Bounded exchanges, for the interlock (its watch and the shutdown): ``query_float_now``,
``check_power_on_now`` and ``output_off_now`` are never retried and wait for the driver's
lock only until their ``deadline_s`` (a retry chain of a procedure does not hold them up).
``output_off_now`` also has its answer by then, whatever the instrument does — over a
short-lived connection of its own when the driver's session is busy or gone; the watch's
readings take the instrument's ``timeout_s`` for the answer (the watch decides at its
deadline; a late reading is still checked). A failure drops the session.
``stop_retries`` makes a retry chain in progress give up at its next attempt.

Dialects without code (station ``options``, per instrument): ``error_check`` says what is
asked after a setting (``compound``: ``*ESR?;:SYST:ERR?`` in one message, the default;
``separate``: the two as two messages; ``status_byte``: ``*STB?`` only, reading further only
when its bit 2, error/event queue not empty (SCPI-1999 Vol. 1 §9, from memory), or bit 5,
ESB (IEEE 488.2-1992 §11.2, from memory), is set; ``none``: nothing, with a caution,
:meth:`ScpiDriver.dialect_cautions`). ``completion`` says how :meth:`ScpiDriver.wait_complete`
waits (``opc_query``: ``*OPC?``, the default; ``esr_poll``: ``*OPC`` then ``*ESR?`` polled for
bit 0, OPC; ``fixed_wait``: ``completion_wait_s``). Interface settings (terminations, serial
line, chunk size, query delay) and ``visa_library`` go to the session (:class:`Transport`).

After a timeout the session gets a device clear at once (:meth:`VisaSession.clear`); before
it carries anything else it is resynchronised: ``*IDN?`` is sent and answer lines are read
and discarded until the identity read at open comes, so a late answer to the query that
timed out is never read as the answer to the next one. A reconnect reads its ``*IDN?`` the
same way (on GPIB, USB or serial a new session reaches the same output queue).

A caller's bad argument (a negative scale, an unknown mode) raises :class:`UsageError`
before anything is sent.
"""

from __future__ import annotations

import functools
import logging
import math
import threading
import time
from typing import Any, Callable, ClassVar, Mapping, TypeVar

from benchctl.errors import (
    InstrumentConnectionError,
    InstrumentError,
    InstrumentResponseError,
    InstrumentStateError,
    InstrumentTimeout,
    ScpiError,
    StationFileError,
    UsageError,
)
from benchctl.drivers import command_table as _table
from benchctl.drivers.command_table import OptionSpec, choice_option, text_option
from benchctl.drivers.session import (
    DEFAULT_VISA_LIBRARY,
    Connect,
    NotABlock,
    Session,
    Transport,
    VisaSession,
    resource_manager,
)
from benchctl.drivers.status import (
    ESR_POWER_ON,
    Identity,
    compound,
    on_off,
    operation_complete,
    parse_error_entry,
    parse_event_status,
    parse_status_answer,
    read_back_matches,
    reads_off,
)

__all__ = ["ScpiDriver", "Identity", "ESR_POWER_ON", "OptionSpec", "resource_manager", "DEFAULT_RETRIES",
           "DEFAULT_RETRY_DELAY_S", "DEFAULT_OFF_DEADLINE_S"]

logger = logging.getLogger(__name__)

DEFAULT_RETRIES = 2
#: Deadline of an output-off when none is given (s).
DEFAULT_OFF_DEADLINE_S = 0.5
DEFAULT_RETRY_DELAY_S = 0.05
_RETRYABLE = (InstrumentTimeout, InstrumentConnectionError)

#: Terminations a station may give, and the escaped spellings (a TOML literal string '\r\n') taken for them.
TERMINATIONS = ("\n", "\r\n", "\r", "\n\r")
_TERMINATION_ALIASES = {"\\n": "\n", "\\r\\n": "\r\n", "\\r": "\r", "\\n\\r": "\n\r"}
ERROR_CHECKS = ("compound", "separate", "status_byte", "none")
COMPLETIONS = ("opc_query", "esr_poll", "fixed_wait")
#: Status byte bits (IEEE 488.2-1992 §11.2, with SCPI-1999 Vol. 1 §9 for bit 2; from memory).
STB_ERROR_QUEUE = 4
STB_ESB = 32
#: Standard Event Status Register bits (IEEE 488.2-1992 §11.5.1, from memory): OPC, and the four
#: error bits with the SCPI error class each stands for (SCPI-1999 Vol. 2 §21.8, from memory).
ESR_OPERATION_COMPLETE = 1
ESR_ERRORS = ((32, -100, "command error"), (16, -200, "execution error"), (8, -300, "device-specific error"),
              (4, -400, "query error"))
#: *ESE mask set at open under error_check = status_byte: PON and the four error bits, so ESB shows them.
STATUS_BYTE_EVENT_ENABLE = 128 | 32 | 16 | 8 | 4
#: Answer lines read and discarded at most while resynchronising after a timeout.
RESYNC_MAX_LINES = 16

_POWER_ON_LOST = ("the instrument was reset or power-cycled{during} and every setting made before is lost; the run "
                  "stops so no point is taken on wrong settings. Check its mains and connection, then start the "
                  "run again")

T = TypeVar("T")
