``vout``
    DC output of the operating point, plus the switching ripple of the output
    capacitor (its charge, (1/C)∫i_c dt, and its ESR, ESR·i_c, with i_c the
    rectifier/inductor current minus its mean, per cycle), plus the response to load
    steps: ΔI times the step (or slew-ramp) response of the closed-loop output
    impedance Zout(s) = Zout_open(s)/(1 + T(s)) built from the very small-signal model
    the loop analyzer uses (``converter.small_signal``), linearised at the operating
    point before the first step of the record. Step and ramp responses come from the
    partial-fraction expansion of Zout(s)/s and Zout(s)/s² over its poles
    (any linear-systems text; scipy.signal.step is the cross-check in the tests).
``switch_current``
    Main-switch current (flyback primary, buck high side): a ramp from the valley to
    the peak during the on-time in CCM (a trapezoid), from zero in DCM (a triangle),
    plus the leading-edge spike of the switch-node capacitance discharge
    (Q = C_oss·V_off spread over the rise time).
``drain``
    Switch (drain / switch-node) voltage. Flyback: at turn-off the leakage current
    charges the node to the RCD clamp level, holds it while the leakage resets, then
    the leakage inductance rings with the switch-node capacitance (plus any fixture
    capacitance) around Vin + V_reflected; without a clamp the ring starts from the
    turn-off with the leakage current as its initial condition. In DCM the
    magnetizing inductance rings with the same capacitance once the secondary stops.
    Buck: the node steps from −Vf (dead time) to Vin at turn-on and rings with the
    loop inductance and the node capacitance; in DCM it rings around Vout with the
    output inductor after the low side opens.
``output_current``
    The electronic load's current, including its dynamic-mode steps and slew.
``gate``
    Gate drive of the main switch: 0 V / gate_drive_v during the on-time.
``vin``, ``input_current``
    The DUT's input voltage and current, from the model's own time series
    (``ConverterModel.terminal_series``): the inrush into the input capacitance, the
    input filter's lag, starts and stops.  While the model is in a start, stop or
    lock-out (``free_running_mask``), ``vout`` and ``output_current`` also come from that
    series (the soft start, the discharge after a stop), without switching ripple.

Ring: f_n = 1/(2π√(L·C)) (LC resonance) with damping ζ = r_s/(2·Z0) + G·Z0/2, Z0 = √(L/C):
r_s the series loss (winding or switch resistance), G the conductance of the RC snubber
at f_n (referred through the transformer for the flyback, R/n² and C·n²). RCD clamp
level from the clamp's energy balance V_c²/R_c = ½·L_lk·I_pk²·fs·V_c/(V_c − V_r)
(power-supply application-note practice, from memory).

Load activity (dynamic mode of the electronic load) is shared between the load and
the scope through :func:`activity_for`, keyed on the one converter model both see.
Switching turn-on edges sit at whole multiples of Ts in model time.
"""

from __future__ import annotations

import math
import threading
import weakref
from collections import deque
from dataclasses import dataclass, field
from typing import Any

import numpy as np
from numpy.typing import NDArray

from .converter.design import ConverterDesign
from .converter.operating_point import OperatingPoint
from .converter.small_signal import (RationalTF, closed_loop_output_impedance, control_chain, plant_gvd,
                                     plant_zout_open)

SIGNALS = ("vout", "drain", "switch_current", "output_current", "gate", "vin", "input_current")
SIGNAL_UNITS = {"vout": "V", "drain": "V", "switch_current": "A", "output_current": "A", "gate": "V",
                "vin": "V", "input_current": "A"}
#: Signals read from the model's terminal time series, and their index in its vector
#: (``converter.dynamics.QUANTITIES``: input_v 2, input_a 3, output_v 4, load_a 6).
SERIES_INDEX = {"vin": 2, "input_current": 3, "vout": 4, "output_current": 6}
#: Signals that always come from the series (the others only during starts and stops).
SERIES_ONLY = ("vin", "input_current")
_CYCLE_POINTS = 4096


def probed_signal(model: Any, synth: "RecordSynth", name: str, t: NDArray[np.float64]) -> NDArray[np.float64]:
    """Value of probed signal ``name`` at increasing model times ``t``: the switching
    synthesis, or the model's terminal series where the module docstring says so."""
    t = np.asarray(t, dtype=float)
    if name in SERIES_ONLY:
        return np.asarray(model.terminal_series(t)[SERIES_INDEX[name]], dtype=float)
    v = synth.signal(name, t)
    line = getattr(model, "line_output_excess_v", None)
    if name == "vout" and line is not None:     # line steps and line injection (converter.line_disturbance)
        v = np.asarray(v, dtype=float) + line(t)
    if name in SERIES_INDEX:
        mask = model.free_running_mask(t)
        if mask.any():
            v = np.array(v, dtype=float)
            v[mask] = model.terminal_series(t[mask])[SERIES_INDEX[name]]
    return v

-----

### WHAT IS NEEDED
Retype the records above exactly, from their first line through the line that contains "short-lived connection of", and stop there.

### RESPONSE
Bounded exchanges, for the interlock (its watch and the shutdown): ``query_float_now``,
``check_power_on_now`` and ``output_off_now`` are never retried and wait for the driver's
lock only until their ``deadline_s`` (a retry chain of a procedure does not hold them up).
``output_off_now`` also has its answer by then, whatever the instrument does — over a
short-lived connection of its own when the driver's session is busy or gone; the watch's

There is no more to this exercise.